■ **WHAT THE EXERCISE ASKS**
Take every line in the entries that includes the word "headers" and copy it.

▬▬▬▬▬▬

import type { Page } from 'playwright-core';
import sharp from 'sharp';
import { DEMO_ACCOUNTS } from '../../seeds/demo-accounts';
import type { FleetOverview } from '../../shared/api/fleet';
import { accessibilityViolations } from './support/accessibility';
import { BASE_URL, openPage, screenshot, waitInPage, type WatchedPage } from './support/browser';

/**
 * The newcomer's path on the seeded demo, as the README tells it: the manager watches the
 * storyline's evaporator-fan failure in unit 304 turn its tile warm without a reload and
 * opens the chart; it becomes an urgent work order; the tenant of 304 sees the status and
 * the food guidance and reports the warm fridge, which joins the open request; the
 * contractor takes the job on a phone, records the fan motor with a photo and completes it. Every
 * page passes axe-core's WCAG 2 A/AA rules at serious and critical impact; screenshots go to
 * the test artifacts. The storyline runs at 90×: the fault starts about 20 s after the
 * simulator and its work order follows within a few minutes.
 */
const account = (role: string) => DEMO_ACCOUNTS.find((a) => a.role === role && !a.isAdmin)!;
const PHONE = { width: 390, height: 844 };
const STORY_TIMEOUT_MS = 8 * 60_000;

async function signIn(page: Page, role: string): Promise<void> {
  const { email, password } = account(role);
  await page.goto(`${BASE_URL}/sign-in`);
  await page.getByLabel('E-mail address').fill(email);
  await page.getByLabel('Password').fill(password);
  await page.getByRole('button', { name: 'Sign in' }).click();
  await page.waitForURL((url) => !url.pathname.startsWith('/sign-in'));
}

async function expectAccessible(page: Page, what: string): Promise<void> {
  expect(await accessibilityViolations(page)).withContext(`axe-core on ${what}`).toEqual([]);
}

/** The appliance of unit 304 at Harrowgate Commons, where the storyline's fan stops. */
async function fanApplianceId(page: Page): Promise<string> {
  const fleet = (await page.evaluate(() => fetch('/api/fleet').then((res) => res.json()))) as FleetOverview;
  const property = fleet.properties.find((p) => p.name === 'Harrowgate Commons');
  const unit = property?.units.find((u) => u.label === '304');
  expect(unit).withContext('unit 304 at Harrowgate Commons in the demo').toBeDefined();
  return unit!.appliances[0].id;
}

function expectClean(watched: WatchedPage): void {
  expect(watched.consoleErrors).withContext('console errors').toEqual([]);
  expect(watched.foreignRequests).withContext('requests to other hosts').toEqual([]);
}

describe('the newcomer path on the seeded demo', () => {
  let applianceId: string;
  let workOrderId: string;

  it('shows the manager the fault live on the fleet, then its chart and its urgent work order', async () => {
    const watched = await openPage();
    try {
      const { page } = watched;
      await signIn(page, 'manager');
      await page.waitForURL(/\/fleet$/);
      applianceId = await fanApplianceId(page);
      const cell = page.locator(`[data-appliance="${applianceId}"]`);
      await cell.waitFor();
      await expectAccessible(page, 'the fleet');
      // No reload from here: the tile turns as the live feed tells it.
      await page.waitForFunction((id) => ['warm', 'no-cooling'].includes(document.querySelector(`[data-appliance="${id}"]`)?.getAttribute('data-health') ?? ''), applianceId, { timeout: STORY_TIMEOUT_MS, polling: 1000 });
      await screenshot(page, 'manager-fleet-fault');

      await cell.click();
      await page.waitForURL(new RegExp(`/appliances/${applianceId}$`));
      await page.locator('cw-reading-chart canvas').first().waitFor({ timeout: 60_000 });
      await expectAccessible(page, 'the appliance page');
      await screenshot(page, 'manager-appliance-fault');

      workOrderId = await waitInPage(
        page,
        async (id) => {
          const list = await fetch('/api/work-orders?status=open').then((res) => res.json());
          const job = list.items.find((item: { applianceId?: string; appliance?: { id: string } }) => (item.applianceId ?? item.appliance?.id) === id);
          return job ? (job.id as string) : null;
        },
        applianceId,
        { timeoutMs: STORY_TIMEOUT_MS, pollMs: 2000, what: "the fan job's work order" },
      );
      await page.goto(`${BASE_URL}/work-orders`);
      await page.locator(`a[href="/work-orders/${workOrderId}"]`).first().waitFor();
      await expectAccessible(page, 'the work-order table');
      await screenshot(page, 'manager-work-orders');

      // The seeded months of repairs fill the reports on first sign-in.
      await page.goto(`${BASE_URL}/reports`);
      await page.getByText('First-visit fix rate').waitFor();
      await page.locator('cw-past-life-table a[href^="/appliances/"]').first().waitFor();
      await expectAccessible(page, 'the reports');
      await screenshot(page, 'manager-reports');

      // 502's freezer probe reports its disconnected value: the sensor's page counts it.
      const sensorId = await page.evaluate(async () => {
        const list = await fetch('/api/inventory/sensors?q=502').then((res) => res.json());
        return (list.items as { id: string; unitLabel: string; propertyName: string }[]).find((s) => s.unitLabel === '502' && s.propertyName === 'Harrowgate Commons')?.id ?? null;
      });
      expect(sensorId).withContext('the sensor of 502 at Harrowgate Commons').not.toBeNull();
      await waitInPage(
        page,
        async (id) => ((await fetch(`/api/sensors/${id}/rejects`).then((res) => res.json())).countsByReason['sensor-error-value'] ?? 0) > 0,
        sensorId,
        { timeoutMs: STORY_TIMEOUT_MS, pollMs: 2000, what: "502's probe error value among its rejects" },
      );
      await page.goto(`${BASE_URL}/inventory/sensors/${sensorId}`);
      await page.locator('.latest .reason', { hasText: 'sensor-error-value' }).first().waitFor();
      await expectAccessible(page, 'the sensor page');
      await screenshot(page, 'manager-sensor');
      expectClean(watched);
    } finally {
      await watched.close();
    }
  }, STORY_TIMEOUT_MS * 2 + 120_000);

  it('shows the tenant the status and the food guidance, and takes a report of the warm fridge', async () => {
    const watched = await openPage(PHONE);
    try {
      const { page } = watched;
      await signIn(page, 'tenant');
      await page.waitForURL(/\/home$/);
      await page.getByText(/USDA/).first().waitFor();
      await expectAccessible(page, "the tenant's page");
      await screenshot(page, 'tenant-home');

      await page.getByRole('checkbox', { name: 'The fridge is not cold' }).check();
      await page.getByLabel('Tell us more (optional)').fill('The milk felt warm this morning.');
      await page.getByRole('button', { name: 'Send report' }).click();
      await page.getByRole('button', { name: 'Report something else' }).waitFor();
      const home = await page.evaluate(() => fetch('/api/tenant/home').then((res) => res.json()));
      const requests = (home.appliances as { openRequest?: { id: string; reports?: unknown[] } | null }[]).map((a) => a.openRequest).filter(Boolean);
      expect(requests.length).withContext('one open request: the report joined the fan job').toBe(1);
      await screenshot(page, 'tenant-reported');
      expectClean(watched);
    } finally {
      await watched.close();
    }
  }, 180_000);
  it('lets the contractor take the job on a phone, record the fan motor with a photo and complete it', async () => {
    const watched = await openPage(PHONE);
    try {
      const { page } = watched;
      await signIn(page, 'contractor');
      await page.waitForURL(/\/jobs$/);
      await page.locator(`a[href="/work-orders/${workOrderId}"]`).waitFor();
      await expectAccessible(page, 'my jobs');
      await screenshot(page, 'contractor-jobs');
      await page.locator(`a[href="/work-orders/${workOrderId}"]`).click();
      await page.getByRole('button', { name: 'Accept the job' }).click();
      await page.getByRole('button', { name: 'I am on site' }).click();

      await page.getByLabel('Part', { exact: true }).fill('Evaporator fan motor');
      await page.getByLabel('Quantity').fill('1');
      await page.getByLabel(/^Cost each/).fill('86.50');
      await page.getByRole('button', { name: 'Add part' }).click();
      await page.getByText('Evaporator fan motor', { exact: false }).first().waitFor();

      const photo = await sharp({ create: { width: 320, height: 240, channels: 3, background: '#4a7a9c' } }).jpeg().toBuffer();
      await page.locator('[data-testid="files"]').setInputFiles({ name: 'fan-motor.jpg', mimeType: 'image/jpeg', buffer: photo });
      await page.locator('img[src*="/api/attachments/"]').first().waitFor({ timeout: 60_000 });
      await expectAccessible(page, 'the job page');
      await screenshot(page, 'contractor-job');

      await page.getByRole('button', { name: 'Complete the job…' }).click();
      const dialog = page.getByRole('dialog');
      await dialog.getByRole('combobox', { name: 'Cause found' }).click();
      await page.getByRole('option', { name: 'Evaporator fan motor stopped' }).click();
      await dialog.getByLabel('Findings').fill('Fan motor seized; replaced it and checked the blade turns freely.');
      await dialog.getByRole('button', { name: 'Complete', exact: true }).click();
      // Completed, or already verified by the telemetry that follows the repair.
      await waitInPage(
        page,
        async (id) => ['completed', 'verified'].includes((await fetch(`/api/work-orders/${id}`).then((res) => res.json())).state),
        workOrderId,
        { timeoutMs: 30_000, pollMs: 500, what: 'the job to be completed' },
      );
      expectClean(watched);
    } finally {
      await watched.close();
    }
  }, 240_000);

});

▬▬▬▬▬▬

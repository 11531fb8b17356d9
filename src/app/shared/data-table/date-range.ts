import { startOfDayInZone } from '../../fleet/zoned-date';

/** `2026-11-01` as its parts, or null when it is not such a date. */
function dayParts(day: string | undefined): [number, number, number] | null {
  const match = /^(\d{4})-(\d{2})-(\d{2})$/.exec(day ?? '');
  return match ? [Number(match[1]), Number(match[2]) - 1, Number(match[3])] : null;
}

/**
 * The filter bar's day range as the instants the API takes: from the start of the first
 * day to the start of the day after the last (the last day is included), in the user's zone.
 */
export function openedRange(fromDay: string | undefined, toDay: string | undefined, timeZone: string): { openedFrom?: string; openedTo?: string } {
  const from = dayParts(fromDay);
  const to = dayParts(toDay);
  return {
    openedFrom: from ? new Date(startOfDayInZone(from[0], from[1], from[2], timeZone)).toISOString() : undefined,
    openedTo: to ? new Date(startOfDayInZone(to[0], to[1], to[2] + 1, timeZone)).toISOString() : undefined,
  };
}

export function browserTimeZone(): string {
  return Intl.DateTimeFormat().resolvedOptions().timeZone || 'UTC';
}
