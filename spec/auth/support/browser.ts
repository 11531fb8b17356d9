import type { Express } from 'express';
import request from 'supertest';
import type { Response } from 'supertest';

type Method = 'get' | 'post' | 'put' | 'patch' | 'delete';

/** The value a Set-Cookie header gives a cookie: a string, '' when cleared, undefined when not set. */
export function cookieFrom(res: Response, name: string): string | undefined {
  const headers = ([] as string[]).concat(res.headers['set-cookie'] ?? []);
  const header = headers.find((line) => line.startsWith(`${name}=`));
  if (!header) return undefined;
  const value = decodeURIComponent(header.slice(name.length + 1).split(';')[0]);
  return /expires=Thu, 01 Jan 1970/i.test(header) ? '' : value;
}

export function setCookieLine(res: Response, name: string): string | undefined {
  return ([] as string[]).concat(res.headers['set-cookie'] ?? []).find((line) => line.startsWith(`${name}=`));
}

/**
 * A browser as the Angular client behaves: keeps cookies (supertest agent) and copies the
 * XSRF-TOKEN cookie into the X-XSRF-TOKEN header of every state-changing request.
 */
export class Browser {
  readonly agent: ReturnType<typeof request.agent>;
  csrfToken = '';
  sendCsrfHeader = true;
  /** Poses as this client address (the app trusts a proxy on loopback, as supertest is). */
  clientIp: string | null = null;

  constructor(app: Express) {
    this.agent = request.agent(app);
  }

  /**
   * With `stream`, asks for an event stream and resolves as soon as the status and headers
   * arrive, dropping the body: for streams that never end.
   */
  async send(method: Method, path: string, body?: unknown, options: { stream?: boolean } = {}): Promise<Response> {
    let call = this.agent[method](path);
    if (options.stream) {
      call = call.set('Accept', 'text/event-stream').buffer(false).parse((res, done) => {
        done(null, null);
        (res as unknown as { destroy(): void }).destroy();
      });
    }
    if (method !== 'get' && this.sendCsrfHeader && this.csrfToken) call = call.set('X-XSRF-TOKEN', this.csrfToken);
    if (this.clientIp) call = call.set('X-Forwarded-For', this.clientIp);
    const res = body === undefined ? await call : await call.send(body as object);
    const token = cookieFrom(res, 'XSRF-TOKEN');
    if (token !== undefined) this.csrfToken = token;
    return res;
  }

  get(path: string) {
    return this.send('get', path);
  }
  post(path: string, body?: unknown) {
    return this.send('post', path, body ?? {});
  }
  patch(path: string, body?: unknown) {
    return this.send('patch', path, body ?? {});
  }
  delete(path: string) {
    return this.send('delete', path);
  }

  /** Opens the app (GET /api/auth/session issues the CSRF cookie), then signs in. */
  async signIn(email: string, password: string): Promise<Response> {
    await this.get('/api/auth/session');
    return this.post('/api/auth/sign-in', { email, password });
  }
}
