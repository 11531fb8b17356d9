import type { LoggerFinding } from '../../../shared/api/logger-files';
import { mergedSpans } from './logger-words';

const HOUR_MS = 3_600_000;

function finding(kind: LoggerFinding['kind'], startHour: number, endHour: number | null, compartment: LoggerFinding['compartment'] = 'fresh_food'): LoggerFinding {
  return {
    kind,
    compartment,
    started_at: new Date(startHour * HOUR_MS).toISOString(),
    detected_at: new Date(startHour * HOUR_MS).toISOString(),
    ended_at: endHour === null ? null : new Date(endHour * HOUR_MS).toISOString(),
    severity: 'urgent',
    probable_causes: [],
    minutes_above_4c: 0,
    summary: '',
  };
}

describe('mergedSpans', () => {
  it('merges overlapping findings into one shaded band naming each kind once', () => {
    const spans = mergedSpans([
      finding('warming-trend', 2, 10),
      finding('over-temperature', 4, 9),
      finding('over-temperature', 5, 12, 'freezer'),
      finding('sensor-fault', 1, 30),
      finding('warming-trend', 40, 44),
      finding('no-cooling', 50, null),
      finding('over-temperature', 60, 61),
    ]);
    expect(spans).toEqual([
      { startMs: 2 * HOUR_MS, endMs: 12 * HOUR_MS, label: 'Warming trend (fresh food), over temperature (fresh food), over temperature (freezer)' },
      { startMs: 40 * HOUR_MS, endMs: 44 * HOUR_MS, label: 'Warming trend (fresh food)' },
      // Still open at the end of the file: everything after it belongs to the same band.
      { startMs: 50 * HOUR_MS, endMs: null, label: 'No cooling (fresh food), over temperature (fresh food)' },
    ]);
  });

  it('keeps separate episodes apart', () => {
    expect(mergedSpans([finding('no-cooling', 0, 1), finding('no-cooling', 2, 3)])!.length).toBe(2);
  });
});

▬▬▬▬▬▬

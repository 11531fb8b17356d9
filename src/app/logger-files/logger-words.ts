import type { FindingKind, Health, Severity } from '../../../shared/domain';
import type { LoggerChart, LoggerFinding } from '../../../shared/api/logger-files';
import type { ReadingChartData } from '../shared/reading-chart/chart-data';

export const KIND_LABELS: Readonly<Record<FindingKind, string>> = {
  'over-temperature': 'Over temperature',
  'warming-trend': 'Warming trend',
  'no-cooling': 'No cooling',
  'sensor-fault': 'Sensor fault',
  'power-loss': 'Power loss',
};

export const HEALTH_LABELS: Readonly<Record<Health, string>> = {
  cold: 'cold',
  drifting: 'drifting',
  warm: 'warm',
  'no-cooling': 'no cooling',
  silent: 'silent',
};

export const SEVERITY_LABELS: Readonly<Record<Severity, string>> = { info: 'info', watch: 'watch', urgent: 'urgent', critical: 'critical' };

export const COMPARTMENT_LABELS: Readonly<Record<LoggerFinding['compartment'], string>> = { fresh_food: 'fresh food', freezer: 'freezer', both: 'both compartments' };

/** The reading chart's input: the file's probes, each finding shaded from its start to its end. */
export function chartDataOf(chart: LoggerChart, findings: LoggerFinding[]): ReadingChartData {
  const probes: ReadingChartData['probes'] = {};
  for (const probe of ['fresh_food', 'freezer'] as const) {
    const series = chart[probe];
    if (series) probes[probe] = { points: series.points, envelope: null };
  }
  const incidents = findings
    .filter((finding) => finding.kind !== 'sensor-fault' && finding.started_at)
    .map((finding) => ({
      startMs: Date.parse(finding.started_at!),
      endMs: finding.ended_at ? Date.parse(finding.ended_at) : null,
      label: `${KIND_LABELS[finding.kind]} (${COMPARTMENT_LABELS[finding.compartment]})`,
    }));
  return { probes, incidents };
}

▬▬▬▬▬▬

■ **ANSWER SECTION**
  const headers = ([] as string[]).concat(res.headers['set-cookie'] ?? []);
  const header = headers.find((line) => line.startsWith(`${name}=`));
  return ([] as string[]).concat(res.headers['set-cookie'] ?? []).find((line) => line.startsWith(`${name}=`));
   * With `stream`, asks for an event stream and resolves as soon as the status and headers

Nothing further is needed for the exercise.